● **WHAT YOU WILL DO**
Please give back, word for word, only the lines starting at the one containing "for i, t in" and ending at the one containing "return _sum(self.central_terms, lambda t: t.d1, x)" within the material below.

● **SUPPLIED MATERIAL**
def test_error_estimate_is_the_estimate_of_solve(tmp_path):
    # The default error_estimate of a result file is solve()'s (nested_error_estimate), so a
    # level carries the same error bar in a file as from solve() (common practice, no source).
    # It was |E(N) - E(N - N/4)| before; the nested estimate extrapolates the changes of the
    # nested bases to E(N) - E(inf), checked here against a basis of 80 states taken as exact
    # (Rayleigh-Ritz: a larger basis never lies higher; Hylleraas-Undheim-MacDonald 1930).
    p = tmp_path / "c0.yaml"
    p.write_text(SMALL.format(tag=0, g=0.3))
    case = load_case(p)
    ds = run_case(case)
    n = 16
    well = case.well_at(0.3)
    b = float(ds.length.values[-1])  # one basis length per scan point, shared by the channels
    with warnings.catch_warnings():  # bases of 16 and 80 states: compared, not judged, here
        warnings.simplefilter("ignore", ah.ConvergenceWarning)
        big = ah.solve(well, 3, 1, size=n, length=b, levels=3)
        exact = ah.solve(well, 3, 1, size=80, length=b, levels=3).energies
    # the same rule on matrices equal up to rounding: rtol 1e-6 (differences of nearly equal
    # levels keep ~6 digits), atol 1e-13 for levels converged to rounding
    np.testing.assert_allclose(ds.error_estimate.values[-1, 1], big.error_estimate, rtol=1e-6,
                               atol=1e-13)
    assert (ds.error_estimate.values[-1, 1] >= big.energies - exact).all()
    assert (big.energies - exact >= -1e-12).all()  # variational; 1e-12: rounding of levels ~10
    assert "nested_error_estimate" in ds.error_estimate.attrs["comment"]
    np.testing.assert_allclose(ds.energy.values[-1, 1], big.energies, rtol=RTOL_SAME)
    assert (ds.converged.values == (ds.error_estimate.values < 1e-6)).all()  # default tolerance


def test_run_case_writes_nothing(tmp_path):
    p = tmp_path / "c0.yaml"
    p.write_text(SMALL.format(tag=0, g=0.1))
    run_case(p)
    assert sorted(x.name for x in tmp_path.iterdir()) == ["c0.yaml"]


def test_nonlinear_scan_rebuilds_per_point(tmp_path):
    text = SMALL.format(tag=0, g=0.1).replace("parameter: well[1].strength",
                                              "parameter: well[0].frequency")
    text = text.replace("{from: 0.0, to: 0.1, steps: 4}", "[1.0, 2.0]")
    case = case_from_dict(yaml.safe_load(text), folder=tmp_path)
    assert all(job.kind == "points" for job in plan_case(case))
    ds = run_case(case)
    # the harmonic part sets the reference: ħω follows the scanned frequency
    # rtol 1e-12: ħω from V'' at the minimum, found to rounding
    np.testing.assert_allclose(ds.reference_frequency.values, [1.0, 2.0], rtol=1e-12)


# --------------------------------------------------------------------------- batches
def test_jobs_1_and_jobs_2_give_identical_files(tmp_path):
    paths = _cases(tmp_path, SMALL, 3, g=lambda i: 0.1 * (i + 1))
    one, two = tmp_path / "one", tmp_path / "two"
    r1 = run_batch(paths, out_dir=one, jobs=1)
    r2 = run_batch(paths, out_dir=two, jobs=2)
    assert r1.exit_code == r2.exit_code == 0
    for p in sorted(one.glob("*.nc")):
        xr.testing.assert_identical(_without_history(read_dataset(p)),
                                    _without_history(read_dataset(two / p.name)))


def test_resume_skips_same_text_and_refuses_changed_text(tmp_path):
    paths = _cases(tmp_path, SMALL, 2, g=lambda i: 0.1 * (i + 1))
    assert run_batch(paths).exit_code == 0
    with pytest.raises(CaseError, match="exists; use --resume"):
        run_batch(paths)
    report = run_batch(paths, resume=True)
    assert len(report.skipped) == 2 and report.written == []
    paths[1].write_text(paths[1].read_text().replace("title: small 1", "title: changed"))
    with pytest.raises(CaseError, match="another case text"):
        run_batch(paths, resume=True)
    report = run_batch(paths, overwrite=True)
    assert len(report.written) == 2
    assert read_dataset(tmp_path / "small-1.nc").attrs["title"] == "changed"


def test_a_failing_case_does_not_stop_the_others(tmp_path):
    good, bad = _cases(tmp_path, SMALL, 2, g=lambda i: 0.1)
    # a pure cubic has no local minimum: the reference oscillator cannot be found
    bad.write_text("schema: 1\nspace: {dimension: 1}\nwell:\n  - power: {exponent: 3, "
                   "strength: 1.0}\nbasis: {size: 8}\nlevels: {count: 2}\noutput: bad.nc\n")
    report = run_batch([good, bad], jobs=1)
    assert report.exit_code == 1
    assert [c.name for c, _ in report.failed] == [str(bad)]
    assert (tmp_path / "small-0.nc").exists() and not (tmp_path / "bad.nc").exists()


def test_distributed_executor_matches_serial(tmp_path):
    distributed = pytest.importorskip("distributed")
    paths = _cases(tmp_path, SMALL, 2, g=lambda i: 0.1 * (i + 1))
    serial = run_batch(paths, out_dir=tmp_path / "serial")
    with distributed.LocalCluster(n_workers=1, threads_per_worker=1, processes=False,
                                  dashboard_address=None) as cluster, \
            distributed.Client(cluster) as client:
        dist = run_batch(paths, out_dir=tmp_path / "dist", scheduler=client)
    assert serial.exit_code == dist.exit_code == 0
    for p in sorted((tmp_path / "serial").glob("*.nc")):
        xr.testing.assert_identical(_without_history(read_dataset(p)),
                                    _without_history(read_dataset(tmp_path / "dist" / p.name)))


def _start(paths, cwd, *extra):
    env = {**os.environ, "PYTHONUNBUFFERED": "1"}
    env.pop("CI", None)
    # a session of its own (a hang kills the whole group, workers too), and SIGINT as in a
    # terminal whoever started the tests: a background job inherits it ignored, honoured
    return subprocess.Popen([sys.executable, "-m", "anharmony.cli", "run", "--progress",
                             "lines", *extra, *map(str, paths)], cwd=cwd, env=env,
                            stderr=subprocess.PIPE, stdout=subprocess.PIPE, text=True,
                            start_new_session=True,
                            preexec_fn=lambda: signal.signal(signal.SIGINT, signal.SIG_DFL))


WAIT_S = 120  # s: a hang guard, not a speed check; the whole batch takes ~5 s alone


def _kill(proc) -> None:
    os.killpg(proc.pid, signal.SIGKILL)
    proc.wait(timeout=WAIT_S)
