@dataclass(frozen=True)
class PoschlTeller(Term):
    """−V₀ / cosh²((x − x₀)/a)."""

    kind: ClassVar[str] = "poschl_teller"
    parameters: ClassVar[tuple[str, ...]] = ("depth", "range", "center")
    depth: float = 1.0
    range: float = 1.0

    @classmethod
    def _build(cls, p, ctx):
        d = _number(cls.kind, "depth", _require(cls.kind, p, "depth"), positive=True)
        a = _number(cls.kind, "range", _require(cls.kind, p, "range"), positive=True)
        return cls(center=_number(cls.kind, "center", p.get("center", 0.0)), depth=d, range=a)

    def _st(self, x):
        y = (_arr(x) - self.center) / self.range
        return 1.0 / np.cosh(np.clip(y, -700, 700)) ** 2, np.tanh(y)

    def value(self, x):
        return -self.depth * self._st(x)[0]

    def d1(self, x):
        s2, t = self._st(x)
        return 2.0 * self.depth * s2 * t / self.range

    def d2(self, x):
        s2, t = self._st(x)
        return 2.0 * self.depth * s2 * (s2 - 2.0 * t * t) / self.range**2

    @property
    def scale(self):
        return self.range


@dataclass(frozen=True)
class Expression(Term):
    """A formula in ``x`` (1D) or ``r`` (radial) and named parameters, parsed safely."""

    kind: ClassVar[str] = "expression"
    parameters: ClassVar[tuple[str, ...]] = ("formula", "parameters", "center")
    formula: Any = None  # anharmony.formula.Formula
    text: str = ""

    @classmethod
    def _build(cls, p, ctx):
        from .formula import FormulaError, compile_formula

        text = _require(cls.kind, p, "formula")
        if not isinstance(text, str):
            raise TermError(cls.kind, "formula", f"must be text; got {text!r}")
        params = p.get("parameters", {}) or {}
        if not isinstance(params, Mapping):
            raise TermError(cls.kind, "parameters",
                            f"must be a mapping name: value; got {params!r}")
        values = {str(k): _number(cls.kind, f"parameters.{k}", v) for k, v in params.items()}
        variable = "r" if _uses_name(text, "r") else "x"
        try:
            f = compile_formula(text, variable=variable, parameters=values)
        except FormulaError as exc:
            raise TermError(cls.kind, "formula", str(exc)) from None
        return cls(center=_number(cls.kind, "center", p.get("center", 0.0)), formula=f, text=text)

    def value(self, x):
        return self.formula.value(_arr(x) - self.center)

    def d1(self, x):
        return self.formula.d1(_arr(x) - self.center)

    def d2(self, x):
        return self.formula.d2(_arr(x) - self.center)

    def limits(self):
        try:
            lo, hi = self.formula.threshold(side=-1), self.formula.threshold(side=+1)
        except Exception:
            lo = hi = math.nan
        return (float(lo), float(hi))

    def polynomial(self):
        return self.formula.polynomial()

    def check_channel(self, dimension: int) -> None:
        # The coordinate is x in 1D (with or without parity) and the radius r in 2D and 3D.
        allowed = "x" if dimension == 1 else "r"
        used = self.formula.variable
        if used != allowed and self.formula.uses_variable:
            where = "a 1D well" if dimension == 1 else f"a central {dimension}D channel"
            meaning = "x" if dimension == 1 else "the radius r"
            raise TermError(self.kind, "formula",
                            f"{self.text!r} uses {used!r}, but the coordinate of {where} is "
                            f"{meaning}; write the formula in {allowed!r}")


def _uses_name(text: str, name: str) -> bool:
    import re

    return re.search(rf"(?<![A-Za-z0-9_]){name}(?![A-Za-z0-9_])", text) is not None


TERMS: dict[str, type[Term]] = {
    cls.kind: cls
    for cls in (Harmonic, Power, Polynomial, Gaussian, WoodsSaxon, SpinOrbit, Coulomb, Morse,
                PoschlTeller, Expression)
}


# --------------------------------------------------------------------------- the well
def _sum(terms: Sequence[Term], method: Callable[[Term], Callable], x) -> np.ndarray:
    x = _arr(x)
    out = np.zeros_like(x)
    for t in terms:
        out = out + method(t)(x)
    return out


@dataclass(frozen=True)
class Well:
    """A well: a list of terms whose potentials add, in one unit system.

    Build it with :meth:`from_terms` from the same single-key mappings as the case file's
    ``well:`` list. The central potential (everything but spin–orbit) is :meth:`value`.
    """

    terms: tuple[Term, ...]
    specs: tuple[tuple[str, Any], ...] = field(default=(), repr=False)
    units: UnitSystem = field(default_factory=lambda: get_units("oscillator"))
    mass: float | None = None
    _memo: dict = field(default_factory=dict, repr=False, compare=False, hash=False)

    @classmethod
    def from_terms(cls, terms: Sequence[Mapping[str, Any]] | Sequence[Term],
                   units: str | UnitSystem = "oscillator", mass: float | None = None) -> Well:
        """Build a well from ``[{"harmonic": {...}}, {"power": {...}}, …]``.

        Raises
        ------
        TermError
            For an unknown term or a bad parameter; ``str(err)`` starts with
            ``well[i].<term>.<parameter>``.
        """
        system = get_units(units)
        if mass is not None and not (isinstance(mass, (int, float)) and mass > 0):
            raise ValueError(f"mass: must be a positive number; got {mass!r}")
        if isinstance(terms, (str, bytes, Mapping)) or not isinstance(terms, Sequence):
            raise TypeError(f"terms: expected a list of single-key mappings; got {terms!r}")
        if not terms:
            raise ValueError("terms: a well needs at least one term")
        built, specs = [], []
        for i, spec in enumerate(terms):
            if isinstance(spec, Term):
                built.append(spec)
                specs.append((spec.kind, spec))
                continue
            if not isinstance(spec, Mapping) or len(spec) != 1:
                raise TypeError(f"well[{i}]: expected a mapping with one term name as its key; "
                                f"got {spec!r}")
            (name, params), = spec.items()
            if name not in TERMS:
                near = difflib.get_close_matches(str(name), list(TERMS), n=1)
                hint = f" (did you mean {near[0]!r}?)" if near else ""
                raise TermError(f"well[{i}].{name}", None,
                                f"unknown term{hint}; known terms: {', '.join(TERMS)}")
            try:
                built.append(TERMS[name].from_params(params or {}, system, mass))
            except TermError as exc:
                raise TermError(f"well[{i}].{name}", exc.field, exc.message) from None
            specs.append((name, dict(params or {})))
        return cls(terms=tuple(built), specs=tuple(specs), units=system, mass=mass)

    def check_channel(self, dimension: int) -> None:
        """Raise :class:`TermError` (``well[i].<term>.<parameter>``) if a term does not fit
        channels of ``dimension``: a formula must be in ``x`` in 1D and in ``r`` in 2D/3D."""
        for i, t in enumerate(self.terms):
            try:
                t.check_channel(dimension)
            except TermError as exc:
                raise TermError(f"well[{i}].{t.kind}", exc.field, exc.message) from None

    def with_context(self, units: str | UnitSystem, mass: float | None) -> Well:
        """The same well rebuilt for another unit system or particle mass."""
        system = get_units(units)
        if system == self.units and mass == self.mass:
            return self
        raw = [s if isinstance(s, Term) else {k: s} for k, s in self.specs]
        return Well.from_terms(raw, system, mass)

    # central potential ----------------------------------------------------------------
    @property
    def central_terms(self) -> tuple[Term, ...]:
        return tuple(t for t in self.terms if not t.spin_orbit)

    @property
    def spin_orbit_terms(self) -> tuple[Term, ...]:
        return tuple(t for t in self.terms if t.spin_orbit)

    @property
    def has_spin_orbit(self) -> bool:
        return bool(self.spin_orbit_terms)

    def value(self, x) -> np.ndarray:
        """Central potential V(x) (spin–orbit excluded)."""
        return _sum(self.central_terms, lambda t: t.value, x)

    def d1(self, x) -> np.ndarray:
        return _sum(self.central_terms, lambda t: t.d1, x)

    def d2(self, x) -> np.ndarray:
        return _sum(self.central_terms, lambda t: t.d2, x)

    def spin_orbit_value(self, r) -> np.ndarray:
        """Sum of the spin–orbit radial forms (to be multiplied by ⟨l·s⟩)."""
        return _sum(self.spin_orbit_terms, lambda t: t.value, r)

    @property
    def scale(self) -> float:
        """The largest length scale of the terms."""
        return max(t.scale for t in self.terms)

    @property
    def center(self) -> float:
        """Mean centre of the terms that have one (0 for central wells)."""
        cs = [t.center for t in self.central_terms]
        return float(np.mean(cs)) if cs else 0.0

    def limits(self) -> tuple[float, float]:
        """Limits of the central potential at −∞ and +∞."""
        lo = hi = 0.0
        for t in self.central_terms:
            a, b = t.limits()
            lo, hi = lo + a, hi + b
        if math.isnan(lo) or math.isnan(hi):  # competing infinities or unknown limits
            far = 1e3 * self.scale + abs(self.center)
            vlo, vhi = self.value(np.array([-far, far]))
            lo = lo if not math.isnan(lo) else _far_limit(vlo, self.value(-2 * far))
            hi = hi if not math.isnan(hi) else _far_limit(vhi, self.value(2 * far))
        return (lo, hi)

    def threshold(self, dimension: int = 3, symmetric: bool = False) -> float:
        """Threshold of the continuum: lim V(r→∞) for central wells, the lower side in 1D."""
        lo, hi = self.limits()
        if dimension == 1 and not symmetric:
            return min(lo, hi)
        return hi

    def polynomial(self, center: float = 0.0) -> dict[int, float] | None:
        """The central potential as Σ c_p (x − center)^p, or ``None`` if it is not one."""
        out: dict[int, float] = {}
        for t in self.central_terms:
            poly = t.polynomial()
            if poly is None:
                return None
            shift = t.center - center  # (x - c_t) = (x - center) - shift
            for p, c in poly.items():
                for k in range(p + 1):
                    out[k] = out.get(k, 0.0) + c * math.comb(p, k) * (-shift) ** (p - k)
        return {p: c for p, c in sorted(out.items()) if c != 0.0} or {0: 0.0}

    def is_symmetric(self, center: float | None = None, rtol: float = 1e-12) -> bool:
        """True if V(c + x) = V(c − x) on a test grid (so 1D parity channels apply)."""
        c = self.center if center is None else center
        x = np.linspace(0.05, 6.0, 61) * self.scale
        a, b = self.value(c + x), self.value(c - x)
        fin = np.isfinite(a) & np.isfinite(b)
        if not np.array_equal(np.isfinite(a), np.isfinite(b)):
            return False
        return bool(np.allclose(a[fin], b[fin], rtol=rtol, atol=rtol * np.max(np.abs(a[fin]) + 1)))

    def minimum(self, radial: bool = False, near: float | None = None
                ) -> tuple[float, float, float]:
        """Local minimum nearest the centre of the terms: (position, V_min, V″ there).

        For radial wells the search is over r ≥ 0, and a minimum at r = 0 with V′(0) ≠ 0 (a
        cusp, as for Woods–Saxon) is reported with V″ = 0.
        """
        key = ("minimum", radial, near)
        if key not in self._memo:  # a well is immutable: its minimum is found once
            self._memo[key] = self._minimum(radial, near)
        return self._memo[key]

    def _minimum(self, radial: bool, near: float | None) -> tuple[float, float, float]:
        from scipy.optimize import minimize_scalar

        c = self.center if near is None else near
        span = 12.0 * self.scale
        lo = 0.0 if radial else c - span
        grid = np.linspace(lo, c + span, 4001)
        with np.errstate(all="ignore"):
            v = self.value(grid)
        v = np.where(np.isfinite(v), v, np.inf)
        inner = np.flatnonzero((v[1:-1] <= v[:-2]) & (v[1:-1] <= v[2:])) + 1
        cand = list(inner)
        if radial and v[0] <= v[1]:
            cand.append(0)
        if not cand:
            raise ValueError("the well has no local minimum near its centre; give reference "
                             "frequency and center explicitly")
        i = min(cand, key=lambda k: (abs(grid[k] - c), v[k]))
        if i == 0 and radial:
            slope = float(self.d1(np.array([0.0]))[0])
            x0 = 0.0
            if abs(slope) > 1e-9 * max(1.0, abs(v[0])) / self.scale:
                return 0.0, float(v[0]), 0.0
        else:
            a, b = grid[max(i - 1, 0)], grid[min(i + 1, len(grid) - 1)]
            res = minimize_scalar(lambda t: float(self.value(np.array([t]))[0]), bounds=(a, b),
                                  method="bounded", options={"xatol": 1e-12 * max(1, abs(b))})
            x0 = float(res.x)
            # polish with Newton on V' where the derivative is available
            for _ in range(3):
                d2 = float(self.d2(np.array([x0]))[0])
                if not d2 > 0:
                    break
                x0 -= float(self.d1(np.array([x0]))[0]) / d2
        return x0, float(self.value(np.array([x0]))[0]), float(self.d2(np.array([x0]))[0])


def _far_limit(v_far: float, v_farther: float) -> float:
    if not np.isfinite(v_far):
        return float(v_far)
    if abs(v_farther) > 2.0 * abs(v_far) + 1e-300:  # still growing: treat as unbounded
        return math.copysign(math.inf, v_farther)
    return float(v_farther)
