def test_reach_counts_the_widest_path():
    # common practice, no source: ψ_k spreads by h_j per W_j it is made from
    assert reach({1: 4}, 5) == 20  # W₁ alone: K·h
    assert reach({1: 3, 2: 4}, 4) == 12  # x³ at order 1 beats x⁴ at order 2 (3 per order)
    assert reach({1: 1, 2: 4}, 3) == 5  # W₂ ψ₁ reaches 4 + 1
    # ψ_k of x³ (order 1) + x⁴ (order 2), computed in a basis twice as large as needed,
    # reaches exactly level + r_k: so the size level + r_K + 1 holds every ψ_k whole
    order, level, widths = 6, 1, {1: 3, 2: 4}
    n = 2 * (level + reach(widths, order) + 1)

    def dense(bands):
        m = np.zeros((n, n))
        for off, vals in bands.items():
            for i in range(max(0, -off), min(n, n - off)):
                m[i, i + off] = float(vals[i])
        return m

    res = rs_numeric(np.arange(n) + 0.5, dense(hermite_bands({3: 1}, n)), level, order,
                     vectors=True, higher={2: dense(hermite_bands({4: 1}, n))})
    for k in range(order + 1):
        assert np.flatnonzero(res.vectors[k]).max() == level + reach(widths, k)


# --------------------------------------------------------------------------- λ = 1 physical
def test_partial_sums_at_one_converge_to_the_closed_form_and_the_diagonaliser():
    # H = p²/2 + x²/2 + λ a x + λ² c x² (a at first order, c at second) is an oscillator of
    # frequency w = √(1 + 2cλ²) shifted by −a λ/w²: E_n(λ) = (n + ½) w − a²λ²/(2w²) (closed
    # form, common practice, no source). Its λ-series converges for |2cλ²| < 1.
    a, c, n = F(1, 2), F(1, 5), 1
    well = ah.Well.from_terms([{"harmonic": {"stiffness": 1.0}},
                               {"power": {"exponent": 1, "strength": float(a)}},
                               {"power": {"exponent": 2, "strength": float(c), "order": 2}}])
    ser = ah.series(well, 1, None, level=n, orders=40, reference=MORSE_REF, exact=True)
    lam = sp.Symbol("lam")
    w = sp.sqrt(1 + 2 * sp.Rational(c.numerator, c.denominator) * lam**2)
    closed = (n + sp.Rational(1, 2)) * w - sp.Rational(a.numerator, a.denominator) ** 2 \
        * lam**2 / (2 * w**2)
    taylor = sp.Poly(sp.series(closed, lam, 0, 13).removeO(), lam)
    assert ser.exact[:13] == [F(str(taylor.coeff_monomial(lam**k))) for k in range(13)]
    exact_value = float(closed.subs(lam, 1))
    spec = ah.solve(well, 1, None, size=80, levels=n + 1)
    assert spec.energies[n] == pytest.approx(exact_value, abs=1e-12)
    sums = ser.partial_sums(1.0)
    # the terms fall like (2c)^{k/2} = 0.4^{k/2}: 1e-8 after 40 orders, 1e-2 after 2
    assert abs(sums[-1] - spec.energies[n]) < 1e-7 < abs(sums[2] - spec.energies[n])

● **RESPONSE**
        for i, t in enumerate(self.terms):
            try:
                t.check_channel(dimension)
            except TermError as exc:
                raise TermError(f"well[{i}].{t.kind}", exc.field, exc.message) from None

    def with_context(self, units: str | UnitSystem, mass: float | None) -> Well:
        """The same well rebuilt for another unit system or particle mass."""
        system = get_units(units)
        if system == self.units and mass == self.mass:
            return self
        raw = [s if isinstance(s, Term) else {k: s} for k, s in self.specs]
        return Well.from_terms(raw, system, mass)

    # central potential ----------------------------------------------------------------
    @property
    def central_terms(self) -> tuple[Term, ...]:
        return tuple(t for t in self.terms if not t.spin_orbit)

    @property
    def spin_orbit_terms(self) -> tuple[Term, ...]:
        return tuple(t for t in self.terms if t.spin_orbit)

    @property
    def has_spin_orbit(self) -> bool:
        return bool(self.spin_orbit_terms)

    def value(self, x) -> np.ndarray:
        """Central potential V(x) (spin–orbit excluded)."""
        return _sum(self.central_terms, lambda t: t.value, x)

    def d1(self, x) -> np.ndarray:
        return _sum(self.central_terms, lambda t: t.d1, x)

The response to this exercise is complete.